Bangladeshi actor (born 1994)

Chowdhury Jawata Afnan is a Bangladeshi film and television actor. He entered the entertainment industry through films and later acted in dramas. He made his film debut with the 2011 Bangladeshi war-based film Amar Bondhu Rashed. The film, based on the Muhammed Zafar Iqbal novel of the same name, was directed by Morshedul Islam with funding from the Government of Bangladesh.
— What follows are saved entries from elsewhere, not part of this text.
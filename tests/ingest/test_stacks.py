"""Series split into stacks, and stack warnings (gaps, duplicates, missing slices, tilt)."""

from __future__ import annotations

from pathlib import Path

import numpy as np
import pytest
import SimpleITK as sitk
from pydicom.uid import generate_uid

from sigreport.ingest import index_study, load_stack

from builders.dicom import CORONAL, classic_slices, save, write_classic_series


def _stored(n: int, rows: int = 4, cols: int = 5, offset: int = 0) -> np.ndarray:
    return np.arange(n * rows * cols, dtype=np.int16).reshape(n, rows, cols) + offset


def test_series_with_two_orientations_splits_into_named_stacks(tmp_path: Path) -> None:
    uid = generate_uid()
    write_classic_series(tmp_path / "a", _stored(3), series_uid=uid, series_number=4)
    write_classic_series(tmp_path / "b", _stored(4, offset=100), series_uid=uid, series_number=4,
                         direction=CORONAL)  # fmt: skip
    index = index_study(tmp_path)
    assert sorted(s.stack for s in index.stacks) == ["axial", "coronal"]
    assert sorted(s.key for s in index.stacks) == [f"{uid}#axial", f"{uid}#coronal"]
    sizes = {s.stack: s.size[2] for s in index.stacks}
    assert sizes == {"axial": 3, "coronal": 4}


def test_series_with_two_echoes_splits(tmp_path: Path) -> None:
    uid = generate_uid()
    for echo, te in ((1, "20"), (2, "90")):
        write_classic_series(tmp_path / f"e{echo}", _stored(3, offset=echo), series_uid=uid,
                             extra={"EchoNumbers": str(echo), "EchoTime": te})  # fmt: skip
    index = index_study(tmp_path)
    assert [s.stack for s in index.stacks] == ["echo 1", "echo 2"]
    assert [s.acquisition.echo_time_ms for s in index.stacks] == [20.0, 90.0]
    for s in index.stacks:
        values = sitk.GetArrayFromImage(load_stack(s))
        assert np.array_equal(
            values, _stored(3, offset=s.acquisition.echo_number).astype(np.float32)
        )


def test_mixed_image_sizes_split(tmp_path: Path) -> None:
    uid = generate_uid()
    write_classic_series(tmp_path / "a", _stored(2, 4, 5), series_uid=uid)
    write_classic_series(tmp_path / "b", _stored(2, 6, 6), series_uid=uid, origin=(0, 0, 50))
    index = index_study(tmp_path)
    assert sorted(s.size for s in index.stacks) == [(5, 4, 2), (6, 6, 2)]
    assert all(s.stack for s in index.stacks)


def test_temporal_positions_split(tmp_path: Path) -> None:
    uid = generate_uid()
    for t in (1, 2, 3):
        write_classic_series(tmp_path / f"t{t}", _stored(2), series_uid=uid,
                             extra={"TemporalPositionIdentifier": t})  # fmt: skip
    index = index_study(tmp_path)
    assert [s.stack for s in index.stacks] == ["t 1", "t 2", "t 3"]


def test_missing_slice_reported_and_loaded_as_nan(tmp_path: Path) -> None:
    stored = _stored(6)
    paths = write_classic_series(tmp_path, stored, spacing=(1.0, 1.0, 2.0), shuffle=False)
    paths[3].unlink()  # the slice at z = 6 mm
    index = index_study(tmp_path)
    (stack,) = index.stacks
    assert any("1 missing slice" in w for w in stack.warnings), stack.warnings
    assert stack.size[2] == 6 and len(stack.instances) == 5
    assert stack.spacing_mm[2] == pytest.approx(2.0)
    values = sitk.GetArrayFromImage(load_stack(stack))
    assert np.isnan(values[3]).all()
    kept = [0, 1, 2, 4, 5]
    assert np.array_equal(values[kept], stored[kept].astype(np.float32))


def test_non_uniform_spacing_reported(tmp_path: Path) -> None:
    z = [0.0, 3.0, 6.0, 10.0, 13.0]
    write_classic_series(tmp_path, _stored(5), positions=[(0.0, 0.0, v) for v in z])
    (stack,) = index_study(tmp_path).stacks
    assert any(w.startswith("non-uniform slice spacing") for w in stack.warnings), stack.warnings
    assert stack.spacing_mm[2] == pytest.approx(3.0)  # the median step


def test_duplicate_positions_reported(tmp_path: Path) -> None:
    uid = generate_uid()
    write_classic_series(tmp_path / "a", _stored(3), series_uid=uid)
    extra = classic_slices(_stored(1, offset=7), series_uid=uid)[0]  # another slice at z = 0
    save(extra, tmp_path / "dup.dcm")
    (stack,) = index_study(tmp_path).stacks
    assert any("1 duplicate slice position" in w for w in stack.warnings), stack.warnings
    assert len(stack.instances) == 3


def test_gantry_tilt_reported(tmp_path: Path) -> None:
    # Axial slices whose positions also step 0.5 mm in y per 2 mm in z: 14 deg off the normal.
    positions = [(0.0, 0.5 * k, 2.0 * k) for k in range(4)]
    write_classic_series(tmp_path, _stored(4), positions=positions)
    (stack,) = index_study(tmp_path).stacks
    expected = np.degrees(np.arctan2(0.5, 2.0))  # geometry of the positions above
    tilt = [w for w in stack.warnings if "off the slice normal" in w]
    assert tilt and f"{expected:.1f} deg" in tilt[0]


def test_scaling_key_equal_for_equal_rescale(tmp_path: Path) -> None:
    write_classic_series(tmp_path / "a", _stored(2), rescale=(2.0, 1.0), series_number=1)
    write_classic_series(tmp_path / "b", _stored(2), rescale=(2.0, 1.0), series_number=2)
    write_classic_series(tmp_path / "c", _stored(2), rescale=(3.0, 1.0), series_number=3)
    a, b, c = index_study(tmp_path).stacks
    assert a.scaling_key is not None and a.scaling_key == b.scaling_key != c.scaling_key


def test_frames_with_different_rescale_have_no_scaling_key(tmp_path: Path) -> None:
    uid = generate_uid()
    slices = classic_slices(_stored(2), series_uid=uid, rescale=(1.0, 0.0))
    slices[1].RescaleSlope = "4"
    for k, ds in enumerate(slices):
        save(ds, tmp_path / f"s{k}")
    (stack,) = index_study(tmp_path).stacks
    assert stack.scaling_key is None
    values = sitk.GetArrayFromImage(load_stack(stack))
    assert np.array_equal(values[1], _stored(2)[1] * np.float32(4))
He played the lead role of Rashed in the film, for which he received wide praise from the audience.

== Early life and education ==
Afnan was born into a Muslim family in Dhaka, Bangladesh, on 29 August, 1994. He completed his SSC in 2012 from Dhanmondi Government Boys' High School and HSC in 2014 from Dhaka City College. He was a BBA student (2015–2019) at North South University.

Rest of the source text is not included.